Required action: Every line below that holds the string "until" should be copied.

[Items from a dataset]
____________
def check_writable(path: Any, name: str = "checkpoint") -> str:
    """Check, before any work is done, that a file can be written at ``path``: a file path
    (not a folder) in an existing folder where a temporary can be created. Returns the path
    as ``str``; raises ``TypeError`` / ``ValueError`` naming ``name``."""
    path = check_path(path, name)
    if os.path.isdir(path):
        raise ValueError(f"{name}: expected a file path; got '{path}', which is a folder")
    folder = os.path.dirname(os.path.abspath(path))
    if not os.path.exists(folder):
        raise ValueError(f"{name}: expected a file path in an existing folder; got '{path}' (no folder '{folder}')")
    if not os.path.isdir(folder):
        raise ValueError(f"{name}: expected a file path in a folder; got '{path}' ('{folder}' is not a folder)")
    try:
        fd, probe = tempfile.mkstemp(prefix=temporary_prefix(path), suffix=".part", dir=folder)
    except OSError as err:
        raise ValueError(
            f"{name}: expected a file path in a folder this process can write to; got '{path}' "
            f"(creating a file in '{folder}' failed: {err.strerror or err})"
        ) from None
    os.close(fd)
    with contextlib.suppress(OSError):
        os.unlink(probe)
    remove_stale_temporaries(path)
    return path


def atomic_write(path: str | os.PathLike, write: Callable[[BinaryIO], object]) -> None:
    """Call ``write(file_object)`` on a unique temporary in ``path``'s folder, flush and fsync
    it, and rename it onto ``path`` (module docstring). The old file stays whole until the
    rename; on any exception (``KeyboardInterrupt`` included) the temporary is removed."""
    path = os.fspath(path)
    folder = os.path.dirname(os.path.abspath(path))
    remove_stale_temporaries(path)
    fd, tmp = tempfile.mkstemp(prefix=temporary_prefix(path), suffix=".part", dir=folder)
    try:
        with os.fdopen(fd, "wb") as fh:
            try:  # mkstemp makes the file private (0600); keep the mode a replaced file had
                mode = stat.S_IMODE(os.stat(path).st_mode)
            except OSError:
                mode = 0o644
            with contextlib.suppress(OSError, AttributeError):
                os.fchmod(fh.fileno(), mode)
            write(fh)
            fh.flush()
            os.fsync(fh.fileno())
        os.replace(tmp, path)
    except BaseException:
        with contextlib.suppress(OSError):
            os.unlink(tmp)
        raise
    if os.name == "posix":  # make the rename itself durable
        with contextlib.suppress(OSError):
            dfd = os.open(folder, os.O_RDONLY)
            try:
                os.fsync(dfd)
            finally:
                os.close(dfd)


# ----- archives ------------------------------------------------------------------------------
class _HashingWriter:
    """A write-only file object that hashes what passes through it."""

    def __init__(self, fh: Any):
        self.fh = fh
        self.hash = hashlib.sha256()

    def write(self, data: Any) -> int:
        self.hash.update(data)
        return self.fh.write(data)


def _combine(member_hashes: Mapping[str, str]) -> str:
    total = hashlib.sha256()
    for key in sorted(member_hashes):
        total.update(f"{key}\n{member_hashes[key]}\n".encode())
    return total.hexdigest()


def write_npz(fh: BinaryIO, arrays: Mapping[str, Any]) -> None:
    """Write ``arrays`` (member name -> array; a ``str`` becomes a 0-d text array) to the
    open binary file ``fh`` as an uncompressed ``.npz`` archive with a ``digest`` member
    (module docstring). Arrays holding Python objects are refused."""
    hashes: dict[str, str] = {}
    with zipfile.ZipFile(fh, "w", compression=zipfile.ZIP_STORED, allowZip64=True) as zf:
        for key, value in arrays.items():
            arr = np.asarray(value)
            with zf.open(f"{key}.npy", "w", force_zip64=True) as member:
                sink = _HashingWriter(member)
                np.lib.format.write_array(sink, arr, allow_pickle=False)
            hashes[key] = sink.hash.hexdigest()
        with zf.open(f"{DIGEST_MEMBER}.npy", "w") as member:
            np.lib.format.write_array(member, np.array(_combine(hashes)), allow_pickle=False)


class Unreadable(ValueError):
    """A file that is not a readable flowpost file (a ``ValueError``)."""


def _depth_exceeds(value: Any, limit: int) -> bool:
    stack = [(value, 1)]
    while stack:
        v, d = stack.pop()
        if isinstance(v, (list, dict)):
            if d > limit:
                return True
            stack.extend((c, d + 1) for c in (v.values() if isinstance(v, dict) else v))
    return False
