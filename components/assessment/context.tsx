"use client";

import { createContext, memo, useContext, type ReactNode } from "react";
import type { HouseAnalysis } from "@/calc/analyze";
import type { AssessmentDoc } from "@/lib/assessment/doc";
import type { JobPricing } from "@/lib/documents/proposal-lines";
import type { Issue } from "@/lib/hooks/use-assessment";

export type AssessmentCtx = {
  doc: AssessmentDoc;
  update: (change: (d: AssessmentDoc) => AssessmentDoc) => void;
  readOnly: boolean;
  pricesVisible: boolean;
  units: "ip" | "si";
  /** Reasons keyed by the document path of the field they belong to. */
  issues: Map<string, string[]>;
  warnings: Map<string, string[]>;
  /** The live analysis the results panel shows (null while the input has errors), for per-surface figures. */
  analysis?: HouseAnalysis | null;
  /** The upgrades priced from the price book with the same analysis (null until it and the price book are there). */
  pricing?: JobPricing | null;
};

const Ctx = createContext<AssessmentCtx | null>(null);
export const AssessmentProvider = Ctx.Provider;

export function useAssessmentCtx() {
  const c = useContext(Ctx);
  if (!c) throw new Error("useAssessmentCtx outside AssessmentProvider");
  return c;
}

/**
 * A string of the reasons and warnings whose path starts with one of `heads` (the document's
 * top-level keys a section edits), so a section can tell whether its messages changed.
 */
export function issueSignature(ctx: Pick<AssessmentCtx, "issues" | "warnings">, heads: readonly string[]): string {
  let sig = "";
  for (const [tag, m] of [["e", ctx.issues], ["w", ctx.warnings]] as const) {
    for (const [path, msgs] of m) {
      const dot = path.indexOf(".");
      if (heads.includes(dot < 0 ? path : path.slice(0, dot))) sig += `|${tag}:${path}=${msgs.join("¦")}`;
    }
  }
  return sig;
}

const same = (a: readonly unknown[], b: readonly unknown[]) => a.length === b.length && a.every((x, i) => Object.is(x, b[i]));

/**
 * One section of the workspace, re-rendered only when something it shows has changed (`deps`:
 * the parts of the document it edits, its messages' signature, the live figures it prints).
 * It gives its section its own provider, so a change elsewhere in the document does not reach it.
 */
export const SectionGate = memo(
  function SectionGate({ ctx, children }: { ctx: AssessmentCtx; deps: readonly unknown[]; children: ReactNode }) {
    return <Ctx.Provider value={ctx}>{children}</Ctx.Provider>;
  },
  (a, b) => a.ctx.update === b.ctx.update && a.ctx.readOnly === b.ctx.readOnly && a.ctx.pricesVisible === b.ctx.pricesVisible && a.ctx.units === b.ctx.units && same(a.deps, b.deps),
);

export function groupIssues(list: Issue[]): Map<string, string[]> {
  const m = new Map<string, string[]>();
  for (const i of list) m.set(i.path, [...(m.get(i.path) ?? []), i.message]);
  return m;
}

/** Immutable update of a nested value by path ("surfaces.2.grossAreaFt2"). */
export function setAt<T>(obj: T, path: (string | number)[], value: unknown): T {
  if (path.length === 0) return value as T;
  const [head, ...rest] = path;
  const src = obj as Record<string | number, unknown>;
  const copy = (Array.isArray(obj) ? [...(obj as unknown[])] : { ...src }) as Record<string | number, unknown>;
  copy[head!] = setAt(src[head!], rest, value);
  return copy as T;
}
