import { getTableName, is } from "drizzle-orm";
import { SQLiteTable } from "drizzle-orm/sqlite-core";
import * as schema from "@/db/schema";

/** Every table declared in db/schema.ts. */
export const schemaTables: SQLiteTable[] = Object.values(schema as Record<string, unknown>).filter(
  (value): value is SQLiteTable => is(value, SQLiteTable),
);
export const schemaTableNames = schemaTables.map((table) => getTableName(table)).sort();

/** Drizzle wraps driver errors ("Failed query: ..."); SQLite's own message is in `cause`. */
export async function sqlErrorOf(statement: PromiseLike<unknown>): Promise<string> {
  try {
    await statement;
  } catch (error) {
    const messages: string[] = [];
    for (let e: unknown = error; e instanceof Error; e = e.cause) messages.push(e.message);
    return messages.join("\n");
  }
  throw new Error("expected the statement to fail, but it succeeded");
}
____________
Completed task:
    it, and rename it onto ``path`` (module docstring). The old file stays whole until the
  /** The upgrades priced from the price book with the same analysis (null until it and the price book are there). */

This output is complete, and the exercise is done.